--- Work required ---
Below are some records. Print exactly the lines between the one holding "export interface BaseTerm" and the one holding "not apply). */", inclusive, and nothing else.

[[ Extracted material open ]]

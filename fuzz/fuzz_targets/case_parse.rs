//! Fuzz target: any bytes as a case file. Parsing and validation must never panic (a
//! panic, an overflow caught by debug assertions or a hang is a finding); when the case
//! is valid, the `deepdry check` summary must not panic either. CSV files named by the
//! case are looked up in `tests/case_data` (those present there are read).
#![no_main]

use libfuzzer_sys::fuzz_target;
use std::path::Path;

fuzz_target!(|data: &[u8]| {
    let Ok(text) = std::str::from_utf8(data) else {
        return;
    };
    let base = Path::new(env!("CARGO_MANIFEST_DIR")).join("../tests/case_data");
    match deepdry::case::parse(text, "fuzz.toml", &base) {
        Ok(model) => {
            let _ = deepdry::case::summary(&model);
        }
        Err(e) => {
            // Every refusal is one line.
            assert!(!e.to_string().contains('\n'), "{e}");
        }
    }
});
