/**
 * A family of base quantities of the formula search, registered in one list (list.ts): the real
 * values it reads off one column (`ofColumn`) or off an ordered pair of columns (`ofPair`), each
 * with its expression text and complexity (tree.ts). A column here is real or complex; a real
 * column has im = 0. Adding a family is one file in this folder and one line in list.ts; its
 * texts must be expressions of the expression language, so the printed formula reads back.
 */
export interface BaseColumn {
  /** The column's name as an expression writes it (backquoted when needed). */
  name: string;
  re: Float64Array;
  /** Zeros for a real column. */
  im: Float64Array;
  complex: boolean;
}

/** One candidate base quantity before the constant / non-finite check. */
export interface BaseTerm {
  text: string;
  cost: number;
  values: Float64Array;
}

export interface BaseFamily {
  name: string;
  description: string;
  /** The quantities of one column (none when the family does not apply to it). */
  ofColumn?: (c: BaseColumn) => BaseTerm[];
  /** The quantities of an ordered pair of distinct columns (none when the family does not apply). */
  ofPair?: (a: BaseColumn, b: BaseColumn) => BaseTerm[];
}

[[ Extracted material closed ]]

--- Output of the exercise ---
export interface BaseTerm {
  text: string;
  cost: number;
  values: Float64Array;
}

export interface BaseFamily {
  name: string;
  description: string;
  /** The quantities of one column (none when the family does not apply to it). */
  ofColumn?: (c: BaseColumn) => BaseTerm[];
  /** The quantities of an ordered pair of distinct columns (none when the family does not apply). */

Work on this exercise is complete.